§ **What to do**
Look through the data below. Collect every line where the word "press" occurs.

§ **Material to process**
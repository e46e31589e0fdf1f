/**
 * Cable runs in the editor, in Debian Chromium: the builder draws a pedal, one cable and the rudder horn, sees
 * the check say a lone cable would have to push, takes the return cable offered on the card of the joint just
 * drawn (key R) and the finding clears; a cable's own card offers it too (button); then opens the demo's yaw run, finds the right turnbuckle's hazard (five threads showing, at most
 * three allowed: AC 43.13-1B), corrects it on the turnbuckle's card and the hazard clears after saving.
 * Screenshots: tests/artifacts/cables-*.png.
 */
import { afterAll, beforeAll, describe, expect, it } from "vitest";
import type { Browser, Page } from "playwright-core";
import { launchBrowser, shot, signInPage } from "../support/browser";
import { connect, dropPart, openJoint, waitSaved } from "../support/editor-page";
import { testDb } from "../support/db";
import { DEMO_BUILD, DEMO_USERS } from "@/db/demo-accounts";
import { DEMO_RUDDER_FAULT_PART, demoRudderLinkage } from "@/shared/demo-rudder";

let browser: Browser;
let page: Page;
const errors: string[] = [];

beforeAll(async () => {
  browser = await launchBrowser();
  page = await (await browser.newContext({ viewport: { width: 1600, height: 1000 } })).newPage();
  page.on("pageerror", (e) => errors.push(String(e)));
  const dana = DEMO_USERS[0];
  await signInPage(page, dana.email, dana.password);
});
afterAll(async () => { await browser?.close(); await testDb.destroy(); });

const finding = (code: string) => page.locator(`[data-testid=finding][data-code="${code}"]`);

async function demoBuild() {
  await page.getByTestId("build-card").filter({ has: page.getByTestId("build-name").getByText(DEMO_BUILD.name, { exact: true }) }).first().click();
  await page.waitForURL(/\/builds\/[0-9a-f-]{36}$/);
}

describe("drawing a cable circuit", () => {
  it("offers the return cable for a lone cable, and the 'cable would push' hazard clears once it is added", async () => {
    await demoBuild();
    const name = `Rudder cables ${Date.now().toString(36)}`;
    await page.getByTestId("new-linkage").click();
    await page.getByTestId("linkage-name").fill(name);
    await page.getByTestId("linkage-system").selectOption("yaw");
    await page.getByTestId("create-linkage").click();
    const row = page.getByTestId("linkage-row").filter({ hasText: name });
    await row.waitFor();
    await row.getByRole("link", { name }).click();
    await page.getByTestId("linkage-editor").waitFor({ timeout: 60_000 });

    const pedal = await dropPart(page, "cablePedal", 160, 200);
    const cable = await dropPart(page, "cable", 520, 200);
    const horn = await dropPart(page, "controlHorn", 900, 200);
    await connect(page, [pedal, "attach"], [cable, "a"]);
    await connect(page, [cable, "b"], [horn, "attach"]);
    await expect.poll(() => finding("cable-pushes").count(), { timeout: 10_000 }).toBe(1);

    // The joint just drawn is selected, and its card offers the return cable at once; R takes the offer.
    const offer = page.getByTestId("return-cable-offer");
    await offer.waitFor();
    expect(await offer.getAttribute("data-cable")).toBe(cable);
    // A terminal's card asks for what holds it, not for a rod end.
    await expect.poll(() => page.getByTestId("joint-card").getByTestId("joint-todo").textContent(), { timeout: 10_000 }).toMatch(/bolt or clevis pin that holds this joint/i);
    await shot(page, "cables-01-return-offered");
    await page.keyboard.press("r");
    await expect.poll(() => page.locator("[data-kind=cable]").count()).toBe(2);
    await expect.poll(() => finding("cable-pushes").count(), { timeout: 10_000 }).toBe(0);
    await expect.poll(() => finding("linkage-loop").count()).toBe(0);
    expect(await offer.count()).toBe(0);
    await waitSaved(page);
    const saved = await testDb("linkages as l").join("linkage_revisions as r", function () { this.on("r.linkage_id", "l.id").andOn("r.revision", "l.current_revision"); }).where("l.name", name).first("r.graph");
    expect(saved.graph.nodes.filter((n: { kind: string }) => n.kind === "cable")).toHaveLength(2);
    await shot(page, "cables-02-circuit-closed");

    // Undone, the cable's own card offers it again, and its button makes it.
    await page.keyboard.press("Control+z");
    await expect.poll(() => page.locator("[data-kind=cable]").count()).toBe(1);
    await page.getByTestId(`node-${cable}`).click();
    await offer.getByTestId("btn-return-cable").click();
    await expect.poll(() => page.locator("[data-kind=cable]").count()).toBe(2);
    await expect.poll(() => finding("cable-pushes").count(), { timeout: 10_000 }).toBe(0);
    await waitSaved(page);
  });
});

describe("the demo's yaw run", () => {
  it("shows the turnbuckle's hazard on its joint's card and its own, and correcting its threads clears it", async () => {
    await page.goto(page.url().replace(/\/linkages\/.*$/, ""));
    await page.getByTestId("linkage-row").filter({ hasText: demoRudderLinkage().name }).first().getByRole("link").first().click();
    await page.getByTestId("linkage-editor").waitFor({ timeout: 60_000 });
    await expect.poll(() => finding("turnbuckle-threads-showing").count(), { timeout: 10_000 }).toBe(1);
    // The joint at the turnbuckle's aft end shows that end's threads and its safetying, not rod-end fields.
    const card = await openJoint(page, "rd-j-horn-right");
    const threads = card.getByTestId(`turnbuckle-threads-${DEMO_RUDDER_FAULT_PART}-b`);
    expect(await threads.inputValue()).toBe("5");
    expect(await card.getByTestId(`turnbuckle-locking-${DEMO_RUDDER_FAULT_PART}`).inputValue()).toBe("clip");
    expect(await card.getByText("Rod-end bearing").count()).toBe(0);
    await threads.fill("4");
    await expect.poll(() => finding("turnbuckle-threads-showing").count(), { timeout: 10_000 }).toBe(1); // still over 3
    // Corrected on the turnbuckle's own card (the same value: one home), the hazard clears.
    await finding("turnbuckle-threads-showing").click();
    const form = page.getByTestId("node-form");
    await form.waitFor();
    const field = form.getByLabel("Threads showing at B");
    expect(await field.inputValue()).toBe("4");
    await field.fill("3");
    await field.press("Tab");
    await expect.poll(() => finding("turnbuckle-threads-showing").count(), { timeout: 10_000 }).toBe(0);
    expect(await (await openJoint(page, "rd-j-horn-right")).getByTestId(`turnbuckle-threads-${DEMO_RUDDER_FAULT_PART}-b`).inputValue()).toBe("3");
    await waitSaved(page);
    await shot(page, "cables-03-turnbuckle-fixed");
    const row = await testDb("linkages as l").join("linkage_revisions as r", function () { this.on("r.linkage_id", "l.id").andOn("r.revision", "l.current_revision"); })
      .where("l.name", demoRudderLinkage().name).orderBy("l.created_at").first("r.graph", "r.analysis");
    expect(row.graph.nodes.find((n: { id: string }) => n.id === DEMO_RUDDER_FAULT_PART).props.threadsShowingB).toBe(3);
    expect(row.analysis.summary.hazard).toBe(0);

    // Its checklist screen: a group per cable part, the tension item with the reading on the cable's card.
    await page.goto(page.url().replace(/\/linkages\/([0-9a-f-]{36}).*$/, "/checklist/$1"));
    const left = page.getByTestId("checklist-part-rd-cable-left");
    await left.waitFor();
    await expect(left.textContent()).resolves.toContain("On the cable's card: 30 lbf at 68 °F.");
    for (const id of ["rd-cable-right", "rd-tb-left", DEMO_RUDDER_FAULT_PART, "rd-pulley", "rd-fairlead"])
      await expect(page.getByTestId(`checklist-part-${id}`).count()).resolves.toBe(1);
    await shot(page, "cables-04-checklist");
    expect(errors).toEqual([]);
  });
});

§ **Result below**
    await page.keyboard.press("r");
    await page.keyboard.press("Control+z");
    await field.press("Tab");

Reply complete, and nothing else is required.